= Pehimana =

Pehimana was the son of Ngā Rauru chief Āperahama Tama-i-parea, and was involved with the sale of the Waitotara block.

==Biography==
Pehimana was not born to Aperahama Tama-i-parea but classed Aperahama as a father. This Aperahama came from Whanganui from Putiki and his wife Riria Kamuwai around the early 1840s. Under Aperahama Ngā Rauru had converted to Christianity and become involved economically with Pākehā settlers. This Aperahama was a superintendent not to get him mixed up with Aperahama Tamaiparea who was the Chief of Ihupuku and was part of the Anglican faith, he also did baptisms.. The reason I add this korero is because there are a lot of people who get mixed up with the two Aperahama names .. They were named by Reverend Richard Taylor and sometimes Rev Taylor would give them the same Christian names and change their last names by a dash...and Aperahama Tamaiparea his wife was Arihia. In 1859 Pehimana and Aperahama Tama-i-parea sold the Waitotara Block to the government.

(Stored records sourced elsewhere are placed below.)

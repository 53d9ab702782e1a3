package branch

import (
	"math"

	"holdfast/model"
)

// series is a Taylor polynomial of order 3 in one variable t: the coefficients of
// 1, t, t², t³. The rules for operators and functions are those of Griewank and
// Walther, Evaluating Derivatives (SIAM 2008), table 13.2.
type series [4]float64

func constantSeries(v float64) series { return series{v} }

func (a series) add(b series, sign float64) series {
	for k := range a {
		a[k] += sign * b[k]
	}
	return a
}

func (a series) mul(b series) (out series) {
	for k := range out {
		for j := range k + 1 {
			out[k] += a[j] * b[k-j]
		}
	}
	return out
}

func (a series) div(b series) (out series) {
	for k := range out {
		sum := a[k]
		for j := range k {
			sum -= out[j] * b[k-j]
		}
		out[k] = sum / b[0]
	}
	return out
}

func (a series) exp() (out series) {
	out[0] = math.Exp(a[0])
	for k := 1; k < len(out); k++ {
		for j := 1; j <= k; j++ {
			out[k] += float64(j) * a[j] * out[k-j] / float64(k)
		}
	}
	return out
}

func (a series) log() (out series) {
	out[0] = math.Log(a[0])
	for k := 1; k < len(out); k++ {
		sum := a[k]
		for j := 1; j < k; j++ {
			sum -= float64(j) * out[j] * a[k-j] / float64(k)
		}
		out[k] = sum / a[0]
	}
	return out
}

// flat tells that the series is a constant.
func (a series) flat() bool { return a[1] == 0 && a[2] == 0 && a[3] == 0 }

func (a series) pow(b series) series {
	switch {
	case !b.flat():
		return a.log().mul(b).exp()
	case b[0] == 0:
		return constantSeries(1)
	case a[0] == 0:
		return a.powAtZero(b[0])
	}
	return a.power(b[0])
}

func (a series) power(b float64) (out series) {
	out[0] = math.Pow(a[0], b)
	for k := 1; k < len(out); k++ {
		for j := 1; j <= k; j++ {
			out[k] += (b*float64(j) - float64(k-j)) * a[j] * out[k-j] / (float64(k) * a[0])
		}
	}
	return out
}

// powAtZero is aᵇ where a is 0 at t = 0: a product for whole b, otherwise 0 up to
// the derivatives that exist, and NaN beyond.
func (a series) powAtZero(b float64) series {
	if b < 0 {
		return constantSeries(math.NaN())
	}
	if b == math.Trunc(b) {
		out := constantSeries(1)
		for range int(min(b, 4)) { // beyond the order all is 0
			out = out.mul(a)
		}
		return out
	}
	out := series{}
	for k := range out {
		if float64(k) > b && !a.flat() {
			out[k] = math.NaN()
		}
	}
	return out
}

// hillSeries is xⁿ/(kⁿ+xⁿ), or its falling twin, formed from powers not above 1.
func hillSeries(x, k, n series, falling bool) series {
	if (x[0] <= k[0]) != (n[0] >= 0) {
		x, k, falling = k, x, !falling
	}
	q := x.div(k).pow(n)
	rest := q
	rest[0]++
	if falling {
		return constantSeries(1).div(rest)
	}
	return q.div(rest)
}

// lawSeries expands a law at amounts x + t·d, constants c held.
func lawSeries(n *model.Node, x, d, c []float64) series {
	switch n.Op {
	case model.OpNumber:
		return constantSeries(n.Value)
	case model.OpSpecies:
		return series{x[n.Index], d[n.Index]}
	case model.OpConstant:
		return constantSeries(c[n.Index])
	}
	var a [3]series
	for i, arg := range n.Args {
		a[i] = lawSeries(arg, x, d, c)
	}
	return applySeries(n.Op, a[0], a[1], a[2])
}

func applySeries(op model.Op, a, b, c series) series {
	switch op {
	case model.OpAdd:
		return a.add(b, 1)
	case model.OpSub:
		return a.add(b, -1)
	case model.OpMul:
		return a.mul(b)
	case model.OpDiv:
		return a.div(b)
	case model.OpPow:
		return a.pow(b)
	case model.OpNeg:
		return series{}.add(a, -1)
	case model.OpExp:
		return a.exp()
	case model.OpLog:
		return a.log()
	case model.OpSqrt:
		return a.pow(constantSeries(0.5))
	case model.OpHill:
		return hillSeries(a, b, c, false)
	case model.OpHillFall:
		return hillSeries(a, b, c, true)
	}
	return kinkSeries(op, a, b)
}

// kinkSeries follows the branch of min, max or abs that holds at t = 0; at the
// kink itself that of the first argument.
func kinkSeries(op model.Op, a, b series) series {
	switch {
	case op == model.OpAbs && a[0] < 0:
		return series{}.add(a, -1)
	case op == model.OpMin && a[0] > b[0], op == model.OpMax && a[0] < b[0]:
		return b
	}
	return a
}

// expand gives the Taylor coefficients of the n equations at amounts x + t·d, the
// knobs held: out[i] belongs to equation i. Totals are linear and left at 0.
func (f *field) expand(u, d []float64) []series {
	f.turn(u[f.n:])
	out := make([]series, f.n)
	for i := range f.channels {
		c := &f.channels[i]
		if len(c.terms) == 0 {
			continue
		}
		v := lawSeries(c.law, u[:f.n], d, f.constants)
		for _, t := range c.terms {
			out[t.species] = out[t.species].add(v, f.change(c, t))
		}
	}
	for _, k := range f.dependent {
		out[k] = series{}
	}
	return out
}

As Māori-Pākehā conflict escalated in the 1860s, Pehimana and his father became Pai Marire adherents. Aperahama joined other chiefs at Weraroa pa on the Waitotara River, with whom he warned Lieutenant General Duncan Cameron to withdraw his troops south of the Kai Iwi Stream in February 1865. Cameron, however, took the villages of Perekama and Arei-ahi, and Pehimana and Aperahama duly submitted to the government. Aperahama Tama-1-parea was killed at putiki and the other aperahama tamaiparea died of old age.

Pehihama was subsequently employed by British troops as a guide, and in 1866 acted as General Chute’s advisor for the final Taranaki Campaign.